Abstract

On Marcy 23, 2013, the United States will observe the third anniversary of the Affordable Care Act. On March 15, 2013, the Departments of Health and Human Services, Labor, and Treasury issued a joint technical release extending until January 1, 2106, the time states have to bring their external review procedures into compliance with the National Association of Insurance Commissioner’s External Review Model Act. While this release is not a major event in its own right, its history offers an excellent example of the course that the administration has taken over the past three years as it has implemented the ACA. Section 2719 of the Affordable Care Act requires non-grandfathered insured health plans to comply with state external review processes that at a minimum conform to the NAIC Uniform External Model Review Act. Insurers in states that have not adopted the NAIC Model Act and self-insured employee health plans must, under section 2719, offer their enrollees an external review process that meets minimum standards established by HHS through Guidance. The external review process is one of the ACA’s most important consumer protections.

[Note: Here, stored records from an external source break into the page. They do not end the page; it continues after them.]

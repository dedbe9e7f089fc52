/**
 * The lab's wall clock ↔ UTC instants, with Intl only (no time-zone library).
 *
 * Skewbench shows every time in the lab's zone, whatever zone the browser is in. A "wall clock" here is a
 * number of milliseconds whose UTC fields read as the lab's local date and time (the way FullCalendar's
 * date markers work), so plain Date.UTC arithmetic applies to it.
 */

const DAY_MS = 86_400_000;
const partFormatters = new Map<string, Intl.DateTimeFormat>();

function partFormatter(timeZone: string): Intl.DateTimeFormat {
  let formatter = partFormatters.get(timeZone);
  if (!formatter) {
    formatter = new Intl.DateTimeFormat('en-US', {
      timeZone,
      hourCycle: 'h23',
      year: 'numeric',
      month: 'numeric',
      day: 'numeric',
      hour: 'numeric',
      minute: 'numeric',
      second: 'numeric',
    });
    partFormatters.set(timeZone, formatter);
  }
  return formatter;
}

/** The wall clock in `timeZone` at the instant `instantMs`. */
export function wallClockAt(instantMs: number, timeZone: string): number {
  const fields: Record<string, number> = {};
  for (const part of partFormatter(timeZone).formatToParts(new Date(instantMs))) fields[part.type] = Number(part.value);
  const millis = ((instantMs % 1000) + 1000) % 1000;
  return Date.UTC(fields.year!, fields.month! - 1, fields.day!, fields.hour!, fields.minute!, fields.second!, millis);
}

/** Offset of `timeZone` from UTC at an instant, in minutes, east positive (Berlin: 60 in winter, 120 in summer). */
export function offsetMinutesAt(instantMs: number, timeZone: string): number {
  return Math.round((wallClockAt(instantMs, timeZone) - instantMs) / 60_000);
}

/**
 * The instant at which the lab's clock shows `wallMs`. Like Temporal's `compatible` rule: a time that occurs
 * twice (the hour the clocks go back) gives the earlier instant; a time skipped when the clocks go forward
 * is moved forward by the gap (02:30 on the spring change in Berlin is 03:30 summer time).
 */
export function instantOfWallClock(wallMs: number, timeZone: string): number {
  const offsetBefore = offsetMinutesAt(wallMs - DAY_MS, timeZone);
  const offsetAfter = offsetMinutesAt(wallMs + DAY_MS, timeZone);
  const matching = [...new Set([offsetBefore, offsetAfter])]
    .map((offset) => wallMs - offset * 60_000)
    .filter((instant) => wallClockAt(instant, timeZone) === wallMs)
    .sort((a, b) => a - b);
  return matching[0] ?? wallMs - offsetBefore * 60_000;
}

const inputPattern = /^(\d{4})-(\d{2})-(\d{2})T(\d{2}):(\d{2})(?::(\d{2}))?$/;

/**
 * A `datetime-local` value (`2026-12-03T13:00`), read as the lab's wall clock, as a UTC instant
 * (`2026-12-03T12:00:00.000Z`); null when the value is empty or not a real date and time.
 */
export function labInputToInstant(value: string, timeZone: string): string | null {
  const match = inputPattern.exec(value.trim());
  if (!match) return null;
  const [year, month, day, hour, minute, second = 0] = match.slice(1).map((n) => Number(n ?? 0));
  const wall = Date.UTC(year!, month! - 1, day!, hour!, minute!, second);
  const check = new Date(wall);
  // Date.UTC rolls 31 November over to 1 December; a value that does not come back unchanged was not a date.
  if (check.getUTCMonth() !== month! - 1 || check.getUTCDate() !== day || check.getUTCHours() !== hour) return null;
  return new Date(instantOfWallClock(wall, timeZone)).toISOString();
}

/** A UTC instant as the `datetime-local` value of the lab's wall clock at that instant (`2026-12-03T13:00`). */
export function instantToLabInput(instant: string | Date, timeZone: string): string {
  const ms = typeof instant === 'string' ? Date.parse(instant) : instant.getTime();
  return new Date(wallClockAt(ms, timeZone)).toISOString().slice(0, 16);
}

/** The lab's calendar date (`YYYY-MM-DD`) at an instant. */
export function labDateOf(instant: string | Date, timeZone: string): string {
  return instantToLabInput(instant, timeZone).slice(0, 10);
}

/** Formatting in the lab's zone: the reader's locale for dates, always a 24-hour clock for times. */
function labFormat(timeZone: string, locale: string | undefined, options: Intl.DateTimeFormatOptions) {
  return new Intl.DateTimeFormat(locale, { timeZone, ...options });
}
const timeOptions: Intl.DateTimeFormatOptions = { hour: '2-digit', minute: '2-digit', hourCycle: 'h23' };
const dayOptions: Intl.DateTimeFormatOptions = { weekday: 'short', day: 'numeric', month: 'short' };

/** `13:00` in the lab's zone. */
export function formatLabTime(instant: string, timeZone: string, locale?: string): string {
  return labFormat(timeZone, locale, timeOptions).format(new Date(instant));
}

/** `Thu, 3 Dec 2026, 13:00` in the lab's zone. */
export function formatLabDateTime(instant: string, timeZone: string, locale?: string): string {
  return labFormat(timeZone, locale, { ...dayOptions, year: 'numeric', ...timeOptions }).format(new Date(instant));
}

/** A slot in the lab's zone: `Thu, 3 Dec, 13:00–17:00` on one day, else `Thu, 3 Dec 22:00 – Fri, 4 Dec 06:00`. */
export function formatLabRange(start: string, end: string, timeZone: string, locale?: string): string {
  const day = labFormat(timeZone, locale, dayOptions);
  const startDay = day.format(new Date(start));
  // A slot that ends at midnight still belongs to its day (20:00–00:00).
  const sameDay = Date.parse(end) - Date.parse(start) <= DAY_MS && labDateOf(start, timeZone) === labDateOf(new Date(Date.parse(end) - 1), timeZone);
  if (sameDay) return `${startDay}, ${formatLabTime(start, timeZone, locale)}–${formatLabTime(end, timeZone, locale)}`;
  return `${startDay} ${formatLabTime(start, timeZone, locale)} – ${day.format(new Date(end))} ${formatLabTime(end, timeZone, locale)}`;
}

Group health plans deny the claims of almost two million plan members each year. Participants and beneficiaries of group health plans covered by the Employee Retirement Income Security Act (ERISA) can sue in federal court to challenge claim denials, while members of nongroup plans can sue in state court. But lawsuits are costly and time-consuming. External review by an independent review organization promises an inexpensive and expeditious alternatives means to obtaining an unbiased review of negative plan decisions.